This not a full answer, but the point I want to make would not fit in a comment.

I think there are two conceptions of "logic" at play here, depending on what you want to use it for.

1. Logic as a foundation

This is the way you mentioned you are familiar to thinking about it, and I believe it is the most common use of logic. It makes perfect sense if you think as logic as a framework in which the maths happens, but then if you want it to be foundational, this framework needs to be specified outside of the realm of maths, as a primary notion. I have never been completely convinced that category theory really has a claim in that, even though some people say it does. I think there is an important caveat though that I will develop in point 3.

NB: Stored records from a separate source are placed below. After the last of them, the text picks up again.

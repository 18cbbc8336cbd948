import { useEffect } from "react";
import { isRouteErrorResponse, Links, Meta, Outlet, redirect, Scripts, ScrollRestoration } from "react-router";
import type { Route } from "./+types/root";
import "./app.css";
import { ErrorPage } from "./components/error-page";
import { businessSetUpRemembered } from "./models/setup.server";
import { db } from "./services/db.server";

// First run: until the business is set up (an owner account exists), every page leads to
// the setup page. Resource routes (/healthz, /api/…) never run this loader and static files
// never reach React Router; both stay as they are. Once set up, the answer is remembered and
// the check costs nothing.
export async function loader({ request }: Route.LoaderArgs) {
  const path = new URL(request.url).pathname.replace(/\.data$/, "");
  if (path !== "/setup" && !(await businessSetUpRemembered(db))) throw redirect("/setup");
  return null;
}

export const links: Route.LinksFunction = () => [{ rel: "icon", href: "/favicon.svg", type: "image/svg+xml" }];

export function Layout({ children }: { children: React.ReactNode }) {
  // Marks the page as interactive once React has taken over the server's HTML: a value typed
  // before that would be dropped by hydration, so the browser tests wait for this mark.
  useEffect(() => {
    document.documentElement.dataset.hydrated = "true";
  }, []);
  return (
    <html lang="en">
      <head>
        <meta charSet="utf-8" />
        <meta name="viewport" content="width=device-width, initial-scale=1" />
        <meta name="theme-color" content="#175a43" />
        <Meta />
        <Links />
      </head>
      <body className="min-h-screen bg-paper font-sans text-ink antialiased">
        {children}
        {/* Both inline their scripts with this response's CSP nonce: ServerRouter in
            app/entry.server.tsx passes it to them (React Router 7's nonce default). */}
        <ScrollRestoration />
        <Scripts />
      </body>
    </html>
  );
}

export default function App() {
  return <Outlet />;
}

export function ErrorBoundary({ error }: Route.ErrorBoundaryProps) {
  if (isRouteErrorResponse(error)) {
    const detail = typeof error.data === "string" ? error.data : undefined;
    return <ErrorPage status={error.status} detail={detail} />;
  }
  const detail = import.meta.env.DEV && error instanceof Error ? error.stack : undefined;
  return <ErrorPage status={500} detail={detail} />;
}
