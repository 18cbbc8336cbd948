import { type RouteConfig, index, layout, prefix, route } from "@react-router/dev/routes";

// Every page and resource route. Each area's layout draws its navigation; every
// loader and action still checks the role itself (a layout does not guard children).
// tests/access enumerates this config: a new route needs an access rule there.
export default [
  layout("routes/public/layout.tsx", [
    index("routes/public/landing.tsx"),
    route("sign-in", "routes/public/sign-in.tsx"),
    route("sign-up", "routes/public/sign-up.tsx"),
  ]),
  route("sign-out", "routes/public/sign-out.tsx"),

  ...prefix("portal", [
    layout("routes/portal/layout.tsx", [
      index("routes/portal/home.tsx"),
      route("yards/:yardId", "routes/portal/yard.tsx"),
    ]),
  ]),

  ...prefix("dispatch", [
    layout("routes/dispatch/layout.tsx", [
      index("routes/dispatch/home.tsx"),
      route("yards/:yardId", "routes/dispatch/yard.tsx"),
      route("settings", "routes/dispatch/settings.tsx"),
    ]),
  ]),

  ...prefix("crew", [layout("routes/crew/layout.tsx", [index("routes/crew/home.tsx")])]),

  ...prefix("office", [layout("routes/office/layout.tsx", [index("routes/office/home.tsx")])]),

  route("healthz", "routes/api/healthz.ts"),
  route("*", "routes/public/not-found.tsx"),
] satisfies RouteConfig;
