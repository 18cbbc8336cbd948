import { Card, PageHeader, Stat } from "~/components/ui/card";
import { formatClock, formatServiceDate } from "~/components/format";
import { SafetyCautions } from "~/components/safety-cautions";
import { doseGramsForRun, doseGramsForYard } from "~/domain/dose";
import { formatDistance, formatDose, formatDuration, formatTemperature } from "~/domain/units";
import { nextPublishedRunDate, publishedRunForCrew } from "~/models/runs.server";
import { loadBusinessSettings } from "~/models/settings.server";
import { dateInZone } from "~/services/clock.server";
import { db } from "~/services/db.server";
import { AREA_ROLES, requireRole } from "~/services/permissions.server";
import type { Route } from "./+types/home";

export const meta: Route.MetaFunction = () => [{ title: "Today's run · Varroute" }];

export async function loader({ request }: Route.LoaderArgs) {
  const user = await requireRole(request, AREA_ROLES.crew);
  const settings = await loadBusinessSettings(db);
  const today = dateInZone(new Date(), settings.timeZone);
  if (!user.crewId) return { today, crewName: null, run: null, nextRunDate: null, settings: null };
  const run = await publishedRunForCrew(db, user.crewId, today);
  const nextRunDate = run ? null : await nextPublishedRunDate(db, user.crewId, today);
  const stops = (run?.stops ?? []).map((stop) => ({
    ...stop,
    grams: doseGramsForYard({ colonies: stop.colonies, broodBoxesPerColony: stop.broodBoxesPerColony }, settings.doseGramsPerBroodBox),
  }));
  return {
    today,
    crewName: run?.crewName ?? null,
    run: run ? { ...run, stops, grams: doseGramsForRun(stops.map((s) => s.grams)) } : null,
    nextRunDate,
    settings: {
      unitSystem: settings.unitSystem,
      timeZone: settings.timeZone,
      blockMinC: settings.blockMinC,
      blockMaxC: settings.blockMaxC,
      sublimationSeconds: settings.sublimationSeconds,
      entranceClosedMinutes: settings.entranceClosedMinutes,
      doseGramsPerBroodBox: settings.doseGramsPerBroodBox,
    },
  };
}

export default function CrewHome({ loaderData }: Route.ComponentProps) {
  const { run, today, nextRunDate, settings } = loaderData;
  if (!run || !settings) {
    return (
      <>
        <PageHeader title="Today's run" subtitle={formatServiceDate(today)} />
        <Card>
          <p className="text-lg">No run is published for your crew today.</p>
          {nextRunDate ? <p className="mt-2">Your next run is on {formatServiceDate(nextRunDate)}.</p> : null}
        </Card>
      </>
    );
  }
  const colonies = run.stops.reduce((sum, s) => sum + s.colonies, 0);
  return (
    <>
      <PageHeader title="Today's run" subtitle={`${run.crewName} · ${formatServiceDate(run.serviceDate)}`} />
      <div className="mb-4 grid grid-cols-2 gap-3">
        <Stat label="Stops" value={run.stops.length} />
        <Stat label="Colonies" value={colonies} />
        <Stat label="Acid to carry" value={formatDose(run.grams, settings.unitSystem)} />
        <Stat label="Driving" value={`${formatDistance(run.driveMeters, settings.unitSystem)} · ${formatDuration(Math.round(run.driveSeconds / 60))}`} />
      </div>
      <ol className="mb-6 flex flex-col gap-3" aria-label="Stops in order">
        {run.stops.map((stop, index) => (
          <li key={stop.stopId} className="rounded-xl border-2 border-line bg-card p-4">
            <div className="flex items-start gap-3">
              <span className="flex h-11 w-11 shrink-0 items-center justify-center rounded-full bg-pine-700 text-lg font-bold text-white" aria-hidden="true">
                {index + 1}
              </span>
              <div className="min-w-0 flex-1">
                <p className="text-lg font-bold">
                  <span className="sr-only">Stop {index + 1}: </span>
                  {stop.yardName}
                </p>
                <p className="text-ink-soft">
                  {stop.customerName} · arrive {formatClock(stop.arriveAt, settings.timeZone)}
                </p>
                <p className="mt-1 font-semibold">
                  {stop.colonies} colonies · {formatDose(stop.grams, settings.unitSystem)} · round {stop.roundNumber}
                </p>
                {stop.accessNotes ? <p className="mt-1 whitespace-pre-line">{stop.accessNotes}</p> : null}
              </div>
            </div>
          </li>
        ))}
      </ol>
      <Card title="Vaporizer" className="mb-6">
        <ul className="flex flex-col gap-1 text-lg">
          <li>
            Block at <strong>{formatTemperature(settings.blockMinC, settings.unitSystem)}–{formatTemperature(settings.blockMaxC, settings.unitSystem)}</strong> before each dose
          </li>
          <li>
            <strong>{formatDose(settings.doseGramsPerBroodBox, settings.unitSystem)}</strong> per brood box; a dose takes about <strong>{settings.sublimationSeconds} s</strong>
          </li>
          <li>
            Keep the entrance closed <strong>{settings.entranceClosedMinutes} min</strong> after the dose
          </li>
        </ul>
      </Card>
      <SafetyCautions audience="crew" />
    </>
  );
}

2. Logic as a tool to study mathematical objects

Another approach to logic, that I think is very common among logician, but maybe fairly less known to other mathematicians, is the use as logic tools in order to study the maths themselves. In this approach you really are free to set yourself up inside any foundational system that suits you, and develop all the arguments you want within this framework. With this description one shall ask "what is the difference with just doing normal maths", and indeed, there is no difference, except for the fact that logic wants to study the objects through the lens of formal systems. Let me give you an example of this approach, and how category theory plays a role in it

An example - Algebraic theories: Among all the mathematical structures that you might want to study (groups, rings, fields, vector spaces, algebras, topological spaces,...) You could isolate some of them which you can define using only certain kinds of formulas. In the example of algebraic theories, you want to restrict to first order formulas satisfying with only functions symbols, and satisfying some extra properties (see https://en.wikipedia.org/wiki/Algebraic_theory) for all the precise details. For instance, groups or fields are algebraic theories, whereas topological spaces are not. You can then study the properties of the mathematical things that can be defined as algebraic theories, and it turns out they have some properties, like they all have a notion of free thing.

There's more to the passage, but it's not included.